6103 old revisions found.
[root@server maintenance]# php deleteOldRevisions_keep.php --delete 15
Delete old revisions
Keeping 15 revisions
PHP Notice: Array to string conversion in /u01/mediawiki/tst/includes/db/Database.php on line 808
done.
2026 old revisions found.
Deleting...done.
Searching for active text records in revisions table...done.
Searching for active text records in archive table...done.
Searching for inactive text records...done.
2024 inactive items found.
Deleting...done.
Tested with first 50 and then going slightly further down... ;-)
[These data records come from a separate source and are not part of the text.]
/**
 * Turning a fitted winner into a ForecastResult: labels, clamping, intervals,
 * residual summary. Also the flat result for constant and all-zero histories.
 */
import { buildIntervals } from '../intervals.js'
import type { CalibrationError } from './calibrate.js'
import { mean, sum } from '../numeric.js'
import { periodLabels } from '../periods.js'
import type { PreparedSeries } from '../prepare.js'
import type {
  Candidate,
  EngineWarning,
  ForecastPoint,
  ForecastResult,
  MetricName,
  MetricSet,
  ModelChoice,
  ModelFamily,
  ModelName,
  ModelParams,
} from '../types.js'

export interface Winner {
  readonly model: ModelName
  readonly family: ModelFamily
  readonly params: ModelParams
  /** In-sample one-step fitted values on the prepared history (NaN where undefined). */
  readonly fitted: readonly number[]
  readonly point: readonly number[]
  readonly variance?: readonly number[]
  /** Residual degrees of freedom (residual count minus parameters), for t quantiles. */
  readonly degreesOfFreedom?: number
  /** Forecast errors at rolling origins inside the history (calibrate.ts). */
  readonly calibration?: readonly CalibrationError[]
  /** Lower bound of the spread per step (short histories). */
  readonly floor?: readonly number[]
}

export interface SelectionSummary {
  readonly method: 'holdout' | 'in-sample' | 'none'
  readonly rankBy: MetricName
  readonly holdoutPeriods: number
  readonly holdoutOrigins: number
  readonly holdoutErrors: MetricSet | null
  readonly candidates: readonly Candidate[]
  readonly members?: ModelChoice['members']
}

/** The one-step in-sample residuals, actual minus fitted, where the fit has a value. */
export function inSampleResiduals(values: readonly number[], fitted: readonly number[]): number[] {
  const residuals: number[] = []
  fitted.forEach((f, t) => {
    if (Number.isFinite(f) && t < values.length) residuals.push(values[t]! - f)
  })
  return residuals
}

function residualSummary(values: readonly number[], fitted: readonly number[]): ForecastResult['residuals'] {
  const r: number[] = []
  fitted.forEach((f, t) => {
    if (Number.isFinite(f) && t < values.length) r.push(values[t]! - f)
  })
  if (r.length === 0) return { count: 0, mean: 0, sd: 0, mae: 0 }
  const m = mean(r)
  const sd = r.length > 1 ? Math.sqrt(sum(r.map((e) => (e - m) ** 2)) / (r.length - 1)) : 0
  return { count: r.length, mean: m, sd, mae: mean(r.map(Math.abs)) }
}

export function assembleResult(
  prep: PreparedSeries,
  winner: Winner,
  selection: SelectionSummary,
  warningsIn: readonly EngineWarning[],
  constantHistory = false,
): ForecastResult {
  const warnings = [...warningsIn]
  const n = prep.values.length
  let point = winner.point.slice(0, prep.horizon)
  if (!prep.allowNegativeDemand && point.some((p) => p < 0)) {
    point = point.map((p) => Math.max(0, p))
    warnings.push({
      code: 'forecast-raised-to-zero',
      message: `${winner.model} forecast negative demand for some periods; those forecasts were raised to zero`,
    })
  }
  const residuals = inSampleResiduals(prep.values, winner.fitted)
  const bounds = buildIntervals({
    point,
    levels: prep.levels,
    quantiles: prep.quantiles,
    variance: winner.variance,
    residuals,
    degreesOfFreedom: winner.degreesOfFreedom,
    calibration: winner.calibration,
    floor: winner.floor,
    allowNegative: prep.allowNegativeDemand,
    none: constantHistory,
  })
  if (bounds.clamped) {
    warnings.push({
      code: 'intervals-raised-to-zero',
      message: 'some lower interval bounds fell below zero and were raised to zero',
    })
  }
  if (bounds.method === 'none' && !constantHistory) {
    warnings.push({ code: 'no-intervals', message: 'too few residuals to estimate intervals; bounds equal the forecast' })
  }
  const labels = periodLabels(prep.frequency, prep.firstPeriod, prep.horizon, prep.offset + n)
  const forecast: ForecastPoint[] = point.map((demand, i) => {
    const intervals = prep.levels.map((level) => {
      const key = String(level)
      return { level, low: bounds.lower[key]![i]!, high: bounds.upper[key]![i]! }
    })
    if (prep.quantiles.length === 0) return { period: labels[i]!, demand, intervals }
    const quantiles = prep.quantiles.map((quantile) => ({ quantile, demand: bounds.quantiles[String(quantile)]![i]! }))
    return { period: labels[i]!, demand, intervals, quantiles }
  })
  return {
    model: winner.model,
    family: winner.family,
    params: winner.params,
    modelChoice: {
      method: selection.method,
      rankBy: selection.rankBy,
      holdoutPeriods: selection.holdoutPeriods,
      holdoutOrigins: selection.holdoutOrigins,
      ...(selection.members ? { members: selection.members } : {}),
    },
    holdoutErrors: selection.holdoutErrors,
    fitted: prep.values.map((_, t) => {
      const f = winner.fitted[t]
      return f !== undefined && Number.isFinite(f) ? f : null
    }),
    residuals: residualSummary(prep.values, winner.fitted),
    forecast,
    intervalMethod: bounds.method,
    stepSd: bounds.sd,
    candidates: selection.candidates,
    warnings,
    history: prep.history,
  }
}

/**
 * The last-value method without selection: every forecast equals the last value, and the
 * one-step fitted value at t is y[t-1]. Used for constant histories (where every
 * candidate would give the same flat line) and as the last resort when no refit works.
 */
export function naiveWinner(values: readonly number[], horizon: number): Winner {
  const last = values[values.length - 1]
  return {
    model: 'last-value',
    family: 'level',
    params: {},
    fitted: values.map((_, t) => (t === 0 ? NaN : values[t - 1]!)),
    point: new Array(horizon).fill(last),
  }
}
Can't figure out why I get the PHP Notice above. And there is sometimes a mismatch between old revisions found and inactive items found, but it's working in my test-environment.
Running it a second time:
[root@server maintenance]# php deleteOldRevisions_keep.php --delete 15
Delete old revisions
Keeping 15 revisions
PHP Notice: Array to string conversion in /u01/mediawiki/tst/includes/db/Database.php on line 808
done.
0 old revisions found.
Searching for active text records in revisions table...done.
Searching for active text records in archive table...done.
Searching for inactive text records...done.
0 inactive items found.
Hi Dick,
your option is a great addition to the script! It would be great, if you could create an issue in phabricator and put it into review so that it can be added to the MediaWiki tarball so that everyone can benefit from it!
Hi,
I'm also trying to get a good compromise between a radical removal of history and storing lots of useless information. But what would be the best according to me, would be to be able to remove all the old "minor edits" in the history. Unfortunately, my coding skills are not sufficient for that... If someone has an idea...
Thanks
An option to only remove all edits, which are marked as "minor" does not exist currently. Integrating such an option will cause problems:
First of all, it will break things like the calculation of size differences between revisions, if the referenced revision suddenly no longer is there. While this only is a technical issue, which maybe can be solved, there is another, way bigger problem:
An option to only delete minor edits will remove some edits from the history, but not others. Features like the history function of MediaWiki rely on the fact that all revisions stay in place. They compare revisions with each other and display the difference. However, if a revision in between has been removed, then the difference will also include the changes made in that removed revision. That means that changes will be attributed to a user, although it is not clear whether it was really him, who made them.
This is a very bad situation, which might even cause legal trouble, e.g. if part of an edit contains insults and with the according revision removed it looks like these insults come from user A, while they in fact have been added in a removed revision by user B.